Complainant contends that Respondent is using the disputed
domain name to divert Internet customers from Complainant’s website to
Respondent’s website that resolves from the disputed domain name, through the
confusion caused by the similarity between the CITIASSIST mark and the <citiassiststudentloans.com> domain
name. The Panel finds that Respondent’s
use of the disputed domain name disrupts Complainant’s business, and is
evidence of registration and use in bad faith pursuant to Policy ¶
Complainant also contends that Respondent is gaining commercially through this diversion, both through click-through fees and through the competing services that Respondent is offering.

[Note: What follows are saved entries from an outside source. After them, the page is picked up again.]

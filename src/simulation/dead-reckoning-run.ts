import type { PlanarPlan } from './planar-plan';
import { PathClock } from './path-clock';
import type { RunRandom } from './run-random';
import { ScalarProcess } from './scalar-process';

/** Rounds to the nearest multiple of the LSB (mid-tread quantiser); q = 0 leaves x as it is. */
function quantise(x: number, q: number): number {
  return q > 0 ? q * Math.round(x / q) : x;
}

/**
 * Truth and dead reckoning of one planar run between the filter's steps.
 *
 * Truth: the vehicle follows the nominal path exactly. Every calibration state
 * is a {@link ScalarProcess} drawn exactly in discrete time; the gyro reports
 * the mean true turn rate over each sample interval plus its errors (biases
 * held over the interval, scale factor times the rate, white noise of the
 * budget's PSD × rate per sample), rounded to its LSB; the speed sensor
 * likewise reports the mean true speed (a parked wheel reads exactly zero).
 *
 * Dead reckoning (the filter's navigation solution) integrates those outputs
 * nonlinearly, corrected with the filter's current calibration estimates:
 * heading first (ψ̂ grows at the corrected rate), then position along the
 * estimated heading: position moves by v̂ [cos ψ̂, sin ψ̂] dt, the integral by
 * the midpoint rule on sub-intervals that split at every gyro and speed
 * sample (exact to (ω̂ Δt)²/24). Each sample is used over the interval it
 * describes, so the dead reckoning runs one sample ahead of a real-time
 * implementation (which would lag by up to a sample period).
 */
export class DeadReckoningRun {
  readonly truth: ScalarProcess[];
  /** Filter estimate of each state's calibration value (index = state), SI. */
  readonly estimate: Float64Array;
  northM = 0;
  eastM = 0;
  headingRad = 0;
  /** Corrected and true speed of the last speed sample, m/s. */
  speedMps = 0;
  trueSpeedMps = 0;
  /** Whether the last speed sample read non-zero. */
  moving = false;
  private timeS = 0;
  private lastTrueHeadingRad = 0;
  private lastTrueDistanceM = 0;
  private rateRadps = 0;
  private gyroIndex = 0;
  private wheelIndex = 0;
  private readonly gyroClock: PathClock;
  private readonly wheelClock: PathClock;
  private readonly gyroStates: number[];
  private readonly speedStates: number[];
  private readonly at = { headingRad: 0, distanceM: 0 };
  private readonly n: number;

  constructor(private readonly plan: PlanarPlan) {
    this.n = plan.n;
    this.truth = Array.from({ length: plan.n }, () => new ScalarProcess(0, 0));
    for (const c of plan.calibration) this.truth[c.state] = new ScalarProcess(c.decayPerS, c.psdSI);
    this.estimate = new Float64Array(plan.n);
    const { heading, along } = plan.model.core;
    const coupled = (row: number) => plan.calibration.map((c) => c.state).filter((s) => this.coefficient(row, s, 1, 1) !== 0);
    this.gyroStates = coupled(heading);
    if (this.gyroStates.some((s) => plan.fSpeed[heading * plan.n + s] !== 0)) throw new Error('internal: a gyro error that depends on the speed');
    this.speedStates = coupled(along);
    this.gyroClock = new PathClock(plan.mission);
    this.wheelClock = new PathClock(plan.mission);
  }

  /** F[row][s] at speed v and turn rate w: the sensor error's coefficient on state s. */
  private coefficient(row: number, s: number, v: number, w: number): number {
    const e = row * this.n + s;
    return this.plan.f0[e] + v * this.plan.fSpeed[e] + w * this.plan.fTurn[e];
  }

  /**
   * The corrected input from a measured one. The sensor model is affine in
   * the true input u (a rate or a speed): measured = u (1 + Σ a_s x_s) + Σ b_s x_s
   * (scale factors a, biases b), so with the estimates x̂ the correction
   * inverts it exactly: û = (measured - Σ b_s x̂_s) / (1 + Σ a_s x̂_s). A
   * first-order correction (measured - Σ ... x̂ · measured) would make the
   * filter converge to x / (1 + x) instead of the scale factor x.
   * @param other the other input of F (speed for the gyro row), SI.
   * @param speedRow 1 when u is the speed (F's per-speed terms scale u), 0 when it is the turn rate.
   */
  private invert(row: number, states: number[], measured: number, other: number, speedRow: 0 | 1): number {
    let scale = 1, offset = 0;
    const { f0, fSpeed, fTurn } = this.plan;
    for (let i = 0; i < states.length; i++) {
      const s = states[i], e = row * this.n + s, x = this.estimate[s];
      scale += (speedRow ? fSpeed[e] : fTurn[e]) * x;
      offset += (f0[e] + other * (speedRow ? fTurn[e] : fSpeed[e])) * x;
    }
    return (measured - offset) / scale;
  }

  /** Draws the run's initial errors and calibration values and reads the first gyro sample. */
  start(rng: RunRandom, initialErrors: { northM: number; eastM: number; headingRad: number }): void {
    const m = this.plan.mission;
    for (const c of this.plan.calibration) this.truth[c.state].start(c.initialSigmaSI, rng);
    this.estimate.fill(0);
    this.northM = m.startNorthM + initialErrors.northM;
    this.eastM = m.startEastM + initialErrors.eastM;
    this.headingRad = m.startHeadingRad + initialErrors.headingRad;
    this.timeS = 0;
    this.gyroIndex = 0;
    this.wheelIndex = 0;
    this.speedMps = this.trueSpeedMps = 0;
    this.lastTrueDistanceM = 0;
    this.moving = false;
    this.gyroClock.reset();
    this.wheelClock.reset();
    this.readGyro(rng);
    if (this.plan.speed) this.readSpeed(rng);
  }

  /** Integrates up to t1S (after the current time); returns the dead-reckoned heading change, rad. */
  advanceTo(t1S: number, rng: RunRandom): number {
    const startHeading = this.headingRad;
    const gyroRate = this.plan.gyro.rateHz;
    const wheelRate = this.plan.speed?.rateHz ?? 0;
    // cos and sin of the heading are carried by small rotations within the step
    // (the heading is corrected only at step boundaries), one pair of trig calls per step.
    let cosPsi = Math.cos(this.headingRad), sinPsi = Math.sin(this.headingRad);
    while (this.timeS < t1S - 1e-12) {
      const nextGyroS = (this.gyroIndex + 1) / gyroRate;
      const nextWheelS = wheelRate > 0 ? (this.wheelIndex + 1) / wheelRate : Infinity;
      let t = Math.min(nextGyroS, nextWheelS, t1S);
      if (Math.abs(t - t1S) < 1e-9) t = t1S;
      const d = t - this.timeS;
      const half = 0.5 * this.rateRadps * d;
      // cos and sin of the half-step angle by their Taylor series to x⁵ (|x| < 0.01 rad here: error < 1e-16).
      const h2 = half * half;
      const ch = 1 - 0.5 * h2 * (1 - h2 / 12), sh = half * (1 - (h2 / 6) * (1 - h2 / 20));
      const cosMid = cosPsi * ch - sinPsi * sh, sinMid = sinPsi * ch + cosPsi * sh;
      this.northM += this.speedMps * cosMid * d;
      this.eastM += this.speedMps * sinMid * d;
      cosPsi = cosMid * ch - sinMid * sh;
      sinPsi = sinMid * ch + cosMid * sh;
      this.headingRad += this.rateRadps * d;
      this.timeS = t;
      if (nextWheelS <= t + 1e-9) {
        this.wheelIndex++;
        this.readSpeed(rng);
      }
      if (nextGyroS <= t + 1e-9) {
        this.gyroIndex++;
        this.readGyro(rng);
      }
    }
    return this.headingRad - startHeading;
  }

  /** The gyro sample over [j/f, (j+1)/f]: true mean rate plus errors, rounded, then corrected by the estimates. */
  private readGyro(rng: RunRandom): void {
    const { rateHz, whiteSigmaSI, quantumSI } = this.plan.gyro;
    const t0 = this.gyroIndex / rateHz, t1 = (this.gyroIndex + 1) / rateHz;
    const psi0 = this.gyroIndex === 0 ? this.plan.mission.startHeadingRad : this.lastTrueHeadingRad;
    this.gyroClock.at(t1, this.at);
    this.lastTrueHeadingRad = this.at.headingRad;
    const trueRate = (this.at.headingRad - psi0) * rateHz;
    const { heading } = this.plan.model.core;
    let error = 0;
    const { f0, fTurn } = this.plan;
    const row = heading * this.n;
    // The gyro row of F has no per-speed terms in the planar model (checked in the constructor).
    for (let i = 0; i < this.gyroStates.length; i++) {
      const s = this.gyroStates[i];
      error += (f0[row + s] + trueRate * fTurn[row + s]) * this.truth[s].advanceTo(t0, rng);
    }
    const measured = quantise(trueRate + error + (whiteSigmaSI > 0 ? whiteSigmaSI * rng.normal() : 0), quantumSI);
    this.rateRadps = this.invert(heading, this.gyroStates, measured, this.speedMps, 0);
  }

  /** The speed sample over [i/f, (i+1)/f]: true mean speed plus errors, rounded, corrected by the estimates (a parked wheel reads zero). */
  private readSpeed(rng: RunRandom): void {
    const { rateHz, whiteSigmaSI, quantumSI } = this.plan.speed!;
    const t0 = this.wheelIndex / rateHz;
    const d0 = this.wheelIndex === 0 ? 0 : this.lastTrueDistanceM;
    this.wheelClock.at((this.wheelIndex + 1) / rateHz, this.at);
    this.lastTrueDistanceM = this.at.distanceM;
    const trueSpeed = (this.at.distanceM - d0) * rateHz;
    const { along } = this.plan.model.core;
    let measured = 0;
    if (trueSpeed > 0) {
      let error = 0;
      for (const s of this.speedStates) error += this.coefficient(along, s, trueSpeed, 0) * this.truth[s].advanceTo(t0, rng);
      measured = quantise(trueSpeed + error + (whiteSigmaSI > 0 ? whiteSigmaSI * rng.normal() : 0), quantumSI);
    }
    this.speedMps = measured > 0 ? this.invert(along, this.speedStates, measured, 0, 1) : 0;
    this.trueSpeedMps = trueSpeed;
    this.moving = measured > 0;
  }
}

The Panel finds that this is an intentional use of the disputed domain name for commercial gain through a likelihood of confusion with Complainant’s mark, and so, pursuant to Policy ¶ 4(b)(iv), this use is also evidence of registration and use in bad faith. See Associated Newspapers Ltd. v. Domain Manager, FA 201976 (Nat. Arb. Forum Nov. 19, 2003) (“Respondent's prior use of the <mailonsunday.com> domain name is evidence of bad faith pursuant to Policy ¶ 4(b)(iv) because the domain name provided links to Complainant's competitors and Respondent presumably commercially benefited from the misleading domain name by receiving ‘click-through-fees.’”); see also TM Acquisition Corp. v. Warren, FA 204147 (Nat. Arb. Forum Dec. 8, 2003) (“Although Complainant’s principal website is <century21.com>, many Internet users are likely to use search engines to find Complainant’s website, only to be mislead to Respondent’s website at the <century21realty.biz> domain name, which features links for competing real estate websites. Therefore, it is likely that Internet users seeking Complainant’s website, but who end up at Respondent’s website, will be confused as to the source, sponsorship, affiliation or endorsement of Respondent’s website.”).
The Panel finds that Policy ¶ 4(a)(iii) has been satisfied.
Having established all three elements required under the ICANN Policy, the Panel concludes that relief shall be GRANTED.
Accordingly, it is Ordered that the <citiassiststudentloans.com> domain name be TRANSFERRED from Respondent to Complainant.